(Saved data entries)

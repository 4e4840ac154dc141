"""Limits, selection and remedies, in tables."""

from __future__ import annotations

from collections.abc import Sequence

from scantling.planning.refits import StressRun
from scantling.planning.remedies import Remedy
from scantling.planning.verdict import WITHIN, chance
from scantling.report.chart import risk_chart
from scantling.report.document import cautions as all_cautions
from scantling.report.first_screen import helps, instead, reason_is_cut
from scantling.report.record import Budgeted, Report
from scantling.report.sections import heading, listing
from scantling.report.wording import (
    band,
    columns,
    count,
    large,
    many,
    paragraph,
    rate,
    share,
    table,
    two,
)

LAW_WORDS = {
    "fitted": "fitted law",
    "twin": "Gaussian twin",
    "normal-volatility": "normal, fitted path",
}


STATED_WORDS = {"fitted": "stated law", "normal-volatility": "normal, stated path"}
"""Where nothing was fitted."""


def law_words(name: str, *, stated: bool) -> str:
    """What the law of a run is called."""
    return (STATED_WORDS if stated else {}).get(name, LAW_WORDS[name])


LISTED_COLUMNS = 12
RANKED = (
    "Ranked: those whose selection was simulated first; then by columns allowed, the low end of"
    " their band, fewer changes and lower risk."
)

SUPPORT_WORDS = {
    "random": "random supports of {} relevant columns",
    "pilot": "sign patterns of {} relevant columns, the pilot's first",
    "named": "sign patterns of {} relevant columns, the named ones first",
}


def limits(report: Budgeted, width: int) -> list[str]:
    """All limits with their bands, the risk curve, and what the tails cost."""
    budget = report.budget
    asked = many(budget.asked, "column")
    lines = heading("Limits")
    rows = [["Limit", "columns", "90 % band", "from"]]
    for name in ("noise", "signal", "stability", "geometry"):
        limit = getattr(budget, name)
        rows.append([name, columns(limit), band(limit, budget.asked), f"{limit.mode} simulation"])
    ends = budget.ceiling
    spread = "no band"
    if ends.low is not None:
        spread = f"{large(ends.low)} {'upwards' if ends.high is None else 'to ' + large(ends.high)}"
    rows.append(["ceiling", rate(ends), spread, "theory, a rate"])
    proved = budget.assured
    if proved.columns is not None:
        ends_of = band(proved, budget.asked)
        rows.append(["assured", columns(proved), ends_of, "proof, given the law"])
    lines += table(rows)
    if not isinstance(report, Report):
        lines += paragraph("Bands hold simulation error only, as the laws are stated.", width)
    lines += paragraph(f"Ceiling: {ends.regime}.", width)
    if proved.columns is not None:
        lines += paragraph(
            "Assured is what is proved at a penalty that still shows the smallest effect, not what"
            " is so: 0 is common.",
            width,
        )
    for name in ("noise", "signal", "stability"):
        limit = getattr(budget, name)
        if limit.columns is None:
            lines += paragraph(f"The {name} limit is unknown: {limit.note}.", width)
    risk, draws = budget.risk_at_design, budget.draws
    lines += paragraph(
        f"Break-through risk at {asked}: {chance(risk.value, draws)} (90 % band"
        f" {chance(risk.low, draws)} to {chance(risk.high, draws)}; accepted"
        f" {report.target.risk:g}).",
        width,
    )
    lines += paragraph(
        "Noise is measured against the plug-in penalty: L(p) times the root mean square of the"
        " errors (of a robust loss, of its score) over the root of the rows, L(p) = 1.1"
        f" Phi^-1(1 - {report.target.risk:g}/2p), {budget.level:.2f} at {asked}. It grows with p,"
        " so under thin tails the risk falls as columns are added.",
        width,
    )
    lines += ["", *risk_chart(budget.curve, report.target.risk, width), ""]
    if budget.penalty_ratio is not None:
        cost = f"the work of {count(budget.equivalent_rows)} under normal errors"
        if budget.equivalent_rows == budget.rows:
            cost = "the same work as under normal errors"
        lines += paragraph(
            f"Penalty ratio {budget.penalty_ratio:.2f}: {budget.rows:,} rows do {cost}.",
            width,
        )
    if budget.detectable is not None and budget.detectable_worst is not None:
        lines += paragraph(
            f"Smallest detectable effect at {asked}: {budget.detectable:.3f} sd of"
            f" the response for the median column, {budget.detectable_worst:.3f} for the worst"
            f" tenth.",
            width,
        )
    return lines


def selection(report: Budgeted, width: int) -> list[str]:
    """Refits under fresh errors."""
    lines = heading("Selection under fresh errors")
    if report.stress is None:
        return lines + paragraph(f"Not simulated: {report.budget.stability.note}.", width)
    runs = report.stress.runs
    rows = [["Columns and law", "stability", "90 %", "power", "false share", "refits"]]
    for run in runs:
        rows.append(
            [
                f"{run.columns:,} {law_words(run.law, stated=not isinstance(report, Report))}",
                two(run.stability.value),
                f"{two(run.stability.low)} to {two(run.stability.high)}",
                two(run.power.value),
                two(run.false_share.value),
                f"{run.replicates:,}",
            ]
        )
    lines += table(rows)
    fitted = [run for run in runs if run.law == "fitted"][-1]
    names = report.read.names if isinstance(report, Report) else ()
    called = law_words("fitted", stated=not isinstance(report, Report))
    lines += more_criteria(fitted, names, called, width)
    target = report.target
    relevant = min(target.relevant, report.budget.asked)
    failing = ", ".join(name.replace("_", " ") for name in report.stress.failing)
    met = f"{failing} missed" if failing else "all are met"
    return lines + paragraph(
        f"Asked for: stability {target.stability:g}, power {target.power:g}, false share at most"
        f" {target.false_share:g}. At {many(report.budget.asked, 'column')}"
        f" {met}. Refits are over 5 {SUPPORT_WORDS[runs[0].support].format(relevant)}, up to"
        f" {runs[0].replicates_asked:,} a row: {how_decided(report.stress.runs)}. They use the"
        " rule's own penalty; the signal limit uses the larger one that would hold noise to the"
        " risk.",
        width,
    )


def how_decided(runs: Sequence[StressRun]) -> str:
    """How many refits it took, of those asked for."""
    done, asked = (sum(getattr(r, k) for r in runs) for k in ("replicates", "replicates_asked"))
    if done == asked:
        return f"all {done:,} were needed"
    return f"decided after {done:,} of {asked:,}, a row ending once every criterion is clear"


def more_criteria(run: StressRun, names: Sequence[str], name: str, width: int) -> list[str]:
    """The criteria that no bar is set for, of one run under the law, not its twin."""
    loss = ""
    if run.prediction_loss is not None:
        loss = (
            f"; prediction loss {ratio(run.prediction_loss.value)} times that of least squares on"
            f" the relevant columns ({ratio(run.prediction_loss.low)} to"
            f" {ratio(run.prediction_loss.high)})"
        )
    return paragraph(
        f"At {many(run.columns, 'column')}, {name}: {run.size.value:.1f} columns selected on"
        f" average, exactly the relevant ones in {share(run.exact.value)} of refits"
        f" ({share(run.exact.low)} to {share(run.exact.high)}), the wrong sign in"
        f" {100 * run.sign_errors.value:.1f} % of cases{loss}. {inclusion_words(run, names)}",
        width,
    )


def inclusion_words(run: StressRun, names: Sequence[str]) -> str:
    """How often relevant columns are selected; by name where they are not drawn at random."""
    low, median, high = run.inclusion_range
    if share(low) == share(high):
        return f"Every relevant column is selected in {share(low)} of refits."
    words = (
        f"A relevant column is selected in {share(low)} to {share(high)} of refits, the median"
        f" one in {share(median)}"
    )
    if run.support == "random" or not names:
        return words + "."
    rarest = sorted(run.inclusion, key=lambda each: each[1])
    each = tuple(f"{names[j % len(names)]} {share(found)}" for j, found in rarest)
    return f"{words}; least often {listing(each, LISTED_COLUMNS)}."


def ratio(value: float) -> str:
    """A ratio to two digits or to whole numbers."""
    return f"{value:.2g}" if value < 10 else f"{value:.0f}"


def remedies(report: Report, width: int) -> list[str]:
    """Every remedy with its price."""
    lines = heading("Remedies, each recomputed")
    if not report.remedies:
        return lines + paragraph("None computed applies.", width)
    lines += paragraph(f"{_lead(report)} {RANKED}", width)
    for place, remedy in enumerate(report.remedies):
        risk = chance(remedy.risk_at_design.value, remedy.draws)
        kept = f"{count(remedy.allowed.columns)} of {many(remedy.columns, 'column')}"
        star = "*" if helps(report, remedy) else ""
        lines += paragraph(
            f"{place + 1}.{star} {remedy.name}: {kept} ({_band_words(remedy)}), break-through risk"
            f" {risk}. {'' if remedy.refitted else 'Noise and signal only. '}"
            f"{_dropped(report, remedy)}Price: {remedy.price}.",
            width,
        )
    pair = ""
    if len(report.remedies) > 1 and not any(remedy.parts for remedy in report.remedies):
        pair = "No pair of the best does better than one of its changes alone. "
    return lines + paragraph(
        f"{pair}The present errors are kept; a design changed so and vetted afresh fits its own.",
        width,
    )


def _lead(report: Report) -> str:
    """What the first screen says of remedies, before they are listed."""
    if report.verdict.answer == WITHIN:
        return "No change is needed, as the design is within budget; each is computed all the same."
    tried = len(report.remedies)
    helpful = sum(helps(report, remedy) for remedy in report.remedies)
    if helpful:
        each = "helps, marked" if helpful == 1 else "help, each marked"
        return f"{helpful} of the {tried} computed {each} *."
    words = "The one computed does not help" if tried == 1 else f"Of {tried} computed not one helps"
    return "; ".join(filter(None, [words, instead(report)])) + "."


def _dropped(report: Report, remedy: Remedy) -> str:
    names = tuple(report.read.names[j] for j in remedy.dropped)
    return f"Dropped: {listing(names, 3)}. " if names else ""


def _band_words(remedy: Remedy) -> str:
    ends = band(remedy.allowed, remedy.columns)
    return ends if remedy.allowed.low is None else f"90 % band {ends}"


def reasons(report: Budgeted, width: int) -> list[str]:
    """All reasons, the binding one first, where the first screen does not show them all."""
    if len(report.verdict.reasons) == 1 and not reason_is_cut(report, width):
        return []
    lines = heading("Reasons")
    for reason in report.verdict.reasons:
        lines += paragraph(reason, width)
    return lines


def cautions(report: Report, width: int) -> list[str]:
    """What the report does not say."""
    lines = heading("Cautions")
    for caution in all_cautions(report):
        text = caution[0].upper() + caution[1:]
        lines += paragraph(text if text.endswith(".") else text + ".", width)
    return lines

* * *

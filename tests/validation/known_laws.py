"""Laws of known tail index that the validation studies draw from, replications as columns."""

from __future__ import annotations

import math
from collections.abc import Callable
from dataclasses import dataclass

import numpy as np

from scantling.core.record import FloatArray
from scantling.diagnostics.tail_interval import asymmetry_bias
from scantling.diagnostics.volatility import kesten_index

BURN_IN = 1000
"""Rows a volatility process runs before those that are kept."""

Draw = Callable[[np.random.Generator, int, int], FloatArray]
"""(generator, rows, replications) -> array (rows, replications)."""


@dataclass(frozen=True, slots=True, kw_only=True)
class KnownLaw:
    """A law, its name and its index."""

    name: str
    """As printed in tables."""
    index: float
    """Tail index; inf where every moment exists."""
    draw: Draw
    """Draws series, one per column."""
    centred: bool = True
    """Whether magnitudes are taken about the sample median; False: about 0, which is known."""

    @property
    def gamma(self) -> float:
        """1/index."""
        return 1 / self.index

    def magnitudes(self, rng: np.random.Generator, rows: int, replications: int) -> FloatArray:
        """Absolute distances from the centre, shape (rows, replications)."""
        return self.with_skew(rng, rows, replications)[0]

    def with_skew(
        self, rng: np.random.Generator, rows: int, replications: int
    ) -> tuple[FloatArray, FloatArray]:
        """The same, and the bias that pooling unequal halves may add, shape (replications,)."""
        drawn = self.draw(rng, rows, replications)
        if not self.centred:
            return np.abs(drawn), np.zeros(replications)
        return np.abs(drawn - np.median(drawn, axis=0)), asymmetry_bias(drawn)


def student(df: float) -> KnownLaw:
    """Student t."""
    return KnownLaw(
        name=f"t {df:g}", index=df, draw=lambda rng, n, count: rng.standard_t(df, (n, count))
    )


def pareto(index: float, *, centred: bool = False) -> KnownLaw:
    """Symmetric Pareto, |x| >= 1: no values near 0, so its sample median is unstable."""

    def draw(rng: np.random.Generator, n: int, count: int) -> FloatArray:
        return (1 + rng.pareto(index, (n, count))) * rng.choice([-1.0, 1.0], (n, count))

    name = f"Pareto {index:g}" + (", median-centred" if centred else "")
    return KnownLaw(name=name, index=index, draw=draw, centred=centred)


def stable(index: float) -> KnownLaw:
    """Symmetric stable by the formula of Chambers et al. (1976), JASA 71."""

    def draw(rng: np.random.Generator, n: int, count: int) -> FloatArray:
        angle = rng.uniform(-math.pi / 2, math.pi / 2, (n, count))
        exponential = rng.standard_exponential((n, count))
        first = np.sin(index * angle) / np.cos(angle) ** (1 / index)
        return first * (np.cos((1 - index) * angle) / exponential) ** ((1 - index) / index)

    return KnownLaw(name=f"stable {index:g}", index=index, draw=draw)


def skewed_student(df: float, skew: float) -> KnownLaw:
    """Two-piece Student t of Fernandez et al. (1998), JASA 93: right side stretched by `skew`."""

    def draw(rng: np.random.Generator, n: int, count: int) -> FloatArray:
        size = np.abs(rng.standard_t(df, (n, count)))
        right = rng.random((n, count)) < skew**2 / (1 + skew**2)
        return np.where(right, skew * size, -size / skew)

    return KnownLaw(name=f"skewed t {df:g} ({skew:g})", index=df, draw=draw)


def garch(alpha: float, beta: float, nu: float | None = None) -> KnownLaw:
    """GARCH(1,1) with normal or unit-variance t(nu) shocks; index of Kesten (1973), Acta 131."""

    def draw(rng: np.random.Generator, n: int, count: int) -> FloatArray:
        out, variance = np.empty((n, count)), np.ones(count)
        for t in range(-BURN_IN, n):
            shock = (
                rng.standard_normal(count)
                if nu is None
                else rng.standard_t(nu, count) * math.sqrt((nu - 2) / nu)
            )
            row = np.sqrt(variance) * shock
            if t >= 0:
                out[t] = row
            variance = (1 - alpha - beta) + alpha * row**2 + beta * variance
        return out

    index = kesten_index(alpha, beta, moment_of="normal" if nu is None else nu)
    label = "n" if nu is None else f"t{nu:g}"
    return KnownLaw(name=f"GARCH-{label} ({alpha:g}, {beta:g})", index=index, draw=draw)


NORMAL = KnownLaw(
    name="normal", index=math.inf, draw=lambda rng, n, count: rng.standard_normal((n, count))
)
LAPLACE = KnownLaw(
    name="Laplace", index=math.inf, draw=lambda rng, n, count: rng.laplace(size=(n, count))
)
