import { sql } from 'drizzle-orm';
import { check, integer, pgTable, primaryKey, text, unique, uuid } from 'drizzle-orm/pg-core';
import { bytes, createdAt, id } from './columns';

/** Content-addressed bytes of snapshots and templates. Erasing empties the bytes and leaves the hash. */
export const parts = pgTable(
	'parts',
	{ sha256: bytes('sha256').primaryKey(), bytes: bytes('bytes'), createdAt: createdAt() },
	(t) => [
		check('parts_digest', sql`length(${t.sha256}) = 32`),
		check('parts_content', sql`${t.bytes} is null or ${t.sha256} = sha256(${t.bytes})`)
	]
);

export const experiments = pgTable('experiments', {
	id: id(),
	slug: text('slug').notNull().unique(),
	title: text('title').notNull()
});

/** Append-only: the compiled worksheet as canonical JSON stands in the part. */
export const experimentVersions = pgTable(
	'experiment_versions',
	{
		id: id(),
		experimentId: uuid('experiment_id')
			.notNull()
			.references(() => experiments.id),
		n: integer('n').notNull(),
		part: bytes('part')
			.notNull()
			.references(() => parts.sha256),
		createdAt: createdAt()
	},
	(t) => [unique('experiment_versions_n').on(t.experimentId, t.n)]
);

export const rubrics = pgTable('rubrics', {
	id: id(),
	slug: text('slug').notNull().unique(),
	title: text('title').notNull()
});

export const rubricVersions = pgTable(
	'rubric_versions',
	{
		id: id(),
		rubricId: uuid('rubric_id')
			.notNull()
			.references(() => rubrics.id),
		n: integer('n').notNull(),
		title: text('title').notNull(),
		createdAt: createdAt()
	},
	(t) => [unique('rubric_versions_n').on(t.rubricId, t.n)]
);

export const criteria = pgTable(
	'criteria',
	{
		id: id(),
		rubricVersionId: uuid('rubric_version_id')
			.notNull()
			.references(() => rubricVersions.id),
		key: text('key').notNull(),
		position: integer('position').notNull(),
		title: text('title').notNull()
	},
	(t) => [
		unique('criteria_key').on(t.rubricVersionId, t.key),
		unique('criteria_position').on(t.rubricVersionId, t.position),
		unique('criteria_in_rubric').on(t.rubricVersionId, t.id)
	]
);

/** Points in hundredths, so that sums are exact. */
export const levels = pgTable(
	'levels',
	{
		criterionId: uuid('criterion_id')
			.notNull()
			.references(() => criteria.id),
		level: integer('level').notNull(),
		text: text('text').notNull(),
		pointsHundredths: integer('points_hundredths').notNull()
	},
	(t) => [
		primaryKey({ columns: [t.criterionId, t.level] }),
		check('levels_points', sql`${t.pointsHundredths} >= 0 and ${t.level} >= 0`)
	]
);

==

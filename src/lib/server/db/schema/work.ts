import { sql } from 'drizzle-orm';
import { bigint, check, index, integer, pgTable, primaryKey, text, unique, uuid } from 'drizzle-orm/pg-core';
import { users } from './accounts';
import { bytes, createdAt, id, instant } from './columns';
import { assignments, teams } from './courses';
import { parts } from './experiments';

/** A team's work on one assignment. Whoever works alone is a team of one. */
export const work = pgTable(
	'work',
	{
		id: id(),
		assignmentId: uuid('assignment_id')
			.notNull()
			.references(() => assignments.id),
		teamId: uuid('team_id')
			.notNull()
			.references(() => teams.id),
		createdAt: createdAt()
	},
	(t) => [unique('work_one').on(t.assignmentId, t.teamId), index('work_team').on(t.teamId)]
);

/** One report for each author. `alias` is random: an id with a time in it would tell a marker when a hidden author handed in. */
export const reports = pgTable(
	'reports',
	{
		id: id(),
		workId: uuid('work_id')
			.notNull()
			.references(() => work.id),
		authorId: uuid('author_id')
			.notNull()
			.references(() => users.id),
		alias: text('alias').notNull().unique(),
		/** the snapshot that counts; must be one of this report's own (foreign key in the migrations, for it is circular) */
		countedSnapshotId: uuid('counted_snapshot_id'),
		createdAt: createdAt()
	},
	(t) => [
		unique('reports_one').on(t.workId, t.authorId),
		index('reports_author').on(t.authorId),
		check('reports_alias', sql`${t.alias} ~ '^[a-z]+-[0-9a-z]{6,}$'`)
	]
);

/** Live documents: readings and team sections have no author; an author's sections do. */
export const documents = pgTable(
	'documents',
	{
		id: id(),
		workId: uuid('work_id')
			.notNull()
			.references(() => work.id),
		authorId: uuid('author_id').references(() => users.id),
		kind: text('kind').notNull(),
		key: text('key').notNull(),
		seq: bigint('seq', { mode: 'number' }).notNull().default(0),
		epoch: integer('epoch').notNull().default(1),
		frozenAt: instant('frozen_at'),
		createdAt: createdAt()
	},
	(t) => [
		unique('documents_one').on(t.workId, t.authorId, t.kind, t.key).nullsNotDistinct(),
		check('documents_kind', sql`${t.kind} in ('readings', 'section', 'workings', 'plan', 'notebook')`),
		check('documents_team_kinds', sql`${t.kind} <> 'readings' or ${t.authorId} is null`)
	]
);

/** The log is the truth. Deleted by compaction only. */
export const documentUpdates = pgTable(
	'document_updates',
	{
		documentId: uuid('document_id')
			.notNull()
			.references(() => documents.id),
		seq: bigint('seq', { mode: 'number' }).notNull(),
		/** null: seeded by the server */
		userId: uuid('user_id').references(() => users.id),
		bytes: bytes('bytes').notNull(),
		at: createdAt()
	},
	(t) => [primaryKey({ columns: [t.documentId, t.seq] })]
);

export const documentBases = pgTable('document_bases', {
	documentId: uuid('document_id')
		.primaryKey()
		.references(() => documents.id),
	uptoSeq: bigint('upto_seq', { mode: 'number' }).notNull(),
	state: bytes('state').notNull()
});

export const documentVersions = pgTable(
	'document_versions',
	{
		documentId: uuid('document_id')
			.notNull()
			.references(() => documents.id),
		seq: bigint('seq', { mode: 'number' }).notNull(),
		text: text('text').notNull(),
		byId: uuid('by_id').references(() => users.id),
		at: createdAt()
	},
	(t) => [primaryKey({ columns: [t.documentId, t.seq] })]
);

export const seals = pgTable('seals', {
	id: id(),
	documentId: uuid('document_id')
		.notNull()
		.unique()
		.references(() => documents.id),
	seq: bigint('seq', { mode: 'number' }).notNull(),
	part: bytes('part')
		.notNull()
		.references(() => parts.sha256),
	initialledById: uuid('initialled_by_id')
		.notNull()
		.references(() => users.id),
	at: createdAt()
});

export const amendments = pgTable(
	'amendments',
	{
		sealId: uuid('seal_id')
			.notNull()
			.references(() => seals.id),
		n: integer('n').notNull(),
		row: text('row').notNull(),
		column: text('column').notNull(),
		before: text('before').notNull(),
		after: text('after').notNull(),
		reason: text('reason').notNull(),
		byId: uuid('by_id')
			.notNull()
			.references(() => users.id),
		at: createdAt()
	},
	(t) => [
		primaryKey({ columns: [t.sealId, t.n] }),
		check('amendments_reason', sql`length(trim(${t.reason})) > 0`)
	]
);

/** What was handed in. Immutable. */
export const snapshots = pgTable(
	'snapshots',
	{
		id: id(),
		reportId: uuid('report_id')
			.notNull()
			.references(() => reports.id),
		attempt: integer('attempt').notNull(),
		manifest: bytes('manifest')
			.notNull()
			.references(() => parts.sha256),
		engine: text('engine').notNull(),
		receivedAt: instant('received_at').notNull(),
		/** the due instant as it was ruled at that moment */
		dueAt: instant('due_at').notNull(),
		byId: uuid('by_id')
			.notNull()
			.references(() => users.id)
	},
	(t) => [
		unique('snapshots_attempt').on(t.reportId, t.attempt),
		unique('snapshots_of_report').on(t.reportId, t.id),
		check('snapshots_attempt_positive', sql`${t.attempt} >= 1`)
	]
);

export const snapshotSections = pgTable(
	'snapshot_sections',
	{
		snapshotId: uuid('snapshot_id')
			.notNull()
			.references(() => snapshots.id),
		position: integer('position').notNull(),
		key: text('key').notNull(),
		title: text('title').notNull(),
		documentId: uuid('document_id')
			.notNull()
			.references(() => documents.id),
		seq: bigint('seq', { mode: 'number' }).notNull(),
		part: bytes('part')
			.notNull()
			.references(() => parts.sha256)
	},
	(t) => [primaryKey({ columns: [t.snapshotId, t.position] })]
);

# INSTRUCTIONS TO FOLLOW:
In the entries above, find each line with the word "self" and copy it.

# RESPONSE TO THIS EXERCISE:
    def gamma(self) -> float:
        return 1 / self.index
    def magnitudes(self, rng: np.random.Generator, rows: int, replications: int) -> FloatArray:
        return self.with_skew(rng, rows, replications)[0]
        self, rng: np.random.Generator, rows: int, replications: int
        drawn = self.draw(rng, rows, replications)
        if not self.centred:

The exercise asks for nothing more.